As two mugs unpacked before anything else because morning would come and both of them would need tea.
As her hand in his, warm and tired, filling the space between them better than any furniture.
Later, when they finally forced themselves up, Zhixia found the box labeled Kitchen and pulled out a small ceramic dish painted with blue clouds.
"For keys," she said, placing it beside the entrance.
Cheng'an looked at it. "We already have a bowl."
"That bowl is ugly."
"It was functional."
"It can be functional somewhere less visible."
He raised both hands in surrender.
She placed her keys in the dish first.
The metal landed with a clear, delicate sound.
Then she looked at him.
He took his keys from his pocket and set them beside hers.
For a moment, neither spoke.
Two sets of keys. One dish.
Zhixia's eyes softened, and he knew she was feeling the same thing he was: the disproportionate significance of ordinary objects. The way life announced itself not only through ceremonies, but through where you put your keys at the end of the day.
She slipped her hand into his.
"到家了," she said quietly.
Dào jiā le. We're home.
Cheng'an looked at their keys, then at her, then at the rain-dark window beyond them.
"Yes," he said.
And for once, the word was enough.
That night, they slept badly.
The bedframe creaked because Cheng'an had not tightened one side properly. The rain made the room too damp. The curtains had not been installed, so the city lights entered freely and lay across the ceiling in pale, shifting rectangles. Sometime after two, a delivery truck reversed downstairs with a beeping sound that seemed designed specifically to ruin intimacy.
Zhixia turned over beneath the blanket and groaned. "If that truck doesn't stop, I'm moving out."
"We've lived here for eight hours."
"Long enough to know my limits."
"I'll speak to the truck."
"Tell it I hate it."
"It may already know."
She shifted closer, half-asleep, and pressed her cold feet against his calf.
Cheng'an inhaled sharply. "Your feet are freezing."
"Then be useful."
"I am furniture now?"
"Warm furniture."
He let her tuck her feet against him, though he complained just enough to make her smile into the dark.
A few minutes later, when the truck finally left and the apartment returned to quiet, Zhixia reached under the blanket for his hand.
She found it without looking.
That was the part that kept him awake after her breathing evened out beside him.

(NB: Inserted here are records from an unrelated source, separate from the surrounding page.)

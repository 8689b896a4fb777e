import { VERDICTS } from "../../shared/domain/vocabulary.ts";
import type { Verdict } from "../../shared/domain/vocabulary.ts";

/**
 * SQL of what a build says of a block: its own verdicts, or with earlier checks heard where it has a coverage. Columns
 * over `bb` (build_blocks), `s` (snapshots) and `v`, which `JOIN_COVERAGE` brings in.
 */
export const JOIN_COVERAGE = "LEFT JOIN coverages v ON v.id = bb.coverageId";

/** One count. */
export const countSql = (name: Verdict) => `CASE WHEN v.id IS NULL THEN s.${name} ELSE v.counts ->> '$.${name}' END`;

export const COUNTS_SQL = [
  "s.rowCount * s.columnCount AS entries",
  ...VERDICTS.map((verdict) => `${countSql(verdict)} AS ${verdict}`),
  "COALESCE(v.counts ->> '$.carried', 0) AS carried",
].join(", ");
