import { createHash } from "node:crypto";
import type { Bindable, Writer } from "../db/write.ts";
import { packPlanes } from "../ingest/planes.ts";
import type { PlaneTiles } from "../ingest/planes.ts";
import { hashKey } from "../ingest/tiles.ts";
import { unpackTiles } from "../ingest/tileSet.ts";
import type { PackedTiles } from "../ingest/tileSet.ts";
import { idsByHash, storeTiles } from "./storeTiles.ts";

/** Planes of a block that follow from several builds; their tiles are indices into a pack. */
export interface ToldPlanes {
  readonly planes: readonly PlaneTiles<number>[];
  /** What is told beside the planes and does not follow from them; part of what makes two of them the same. */
  readonly beside: string;
  /** Further columns of the row. */
  readonly columns: readonly Bindable[];
}

/** Ids of the rows, in the order of what was told; equal ones are stored once. `names`: of the further columns. */
export async function storeToldPlanes(
  w: Writer,
  table: "motions" | "coverages",
  names: readonly string[],
  told: readonly ToldPlanes[],
  tiles: PackedTiles,
): Promise<number[]> {
  const tileHashes = unpackTiles(tiles).map((tile) => tile.hash);
  const hashes = told.map((one) => digestOf(one, tileHashes));
  const known = await idsByHash(w, table, hashes);
  const fresh = told.flatMap((one, at) => (known.has(hashKey(hashes[at])) ? [] : [{ one, hash: hashes[at] }]));
  if (fresh.length > 0) {
    const tileIds = await storeTiles(w, tiles);
    await w.insertOrIgnore(
      table,
      ["hash", "planes", ...names],
      fresh.map(({ one, hash }) => {
        const planes = one.planes.map((plane) => ({ ...plane, tiles: plane.tiles.map((tile) => tileIds[tile]) }));
        return [hash, packPlanes(planes), ...one.columns];
      }),
    );
  }
  const ids = fresh.length === 0 ? known : await idsByHash(w, table, hashes);
  return hashes.map((hash) => ids.get(hashKey(hash)) as number);
}

function digestOf({ planes, beside }: ToldPlanes, tileHashes: readonly Buffer[]): Buffer {
  const hash = createHash("sha256");
  for (const tile of planes.flatMap((plane) => plane.tiles)) hash.update(tileHashes[tile]);
  return hash.update(beside).digest();
}

/** Names in the rows of a build, by block, what was told of them. */
export async function nameTold(
  w: Writer,
  column: "motionId" | "coverageId",
  buildId: number,
  told: readonly (readonly [blockId: number, id: number | null])[],
): Promise<void> {
  if (told.length === 0) return;
  await w.run(
    `UPDATE build_blocks SET ${column} = t.told
     FROM (SELECT value ->> 0 AS blockId, value ->> 1 AS told FROM json_each($2)) t
     WHERE build_blocks.buildId = $1 AND build_blocks.blockId = t.blockId`,
    [buildId, JSON.stringify(told)],
  );
}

Not the new room. Not the damp. Not the glow of the city through bare windows. Not even the astonishing fact of sleeping beside her in a place they had chosen together.
It was the instinctive reach.
Her hand searching in the dark, certain he would be there.
Cheng'an lay still, fingers laced with hers, and listened to the rain until morning began, pale and gray, around the edges of their first home.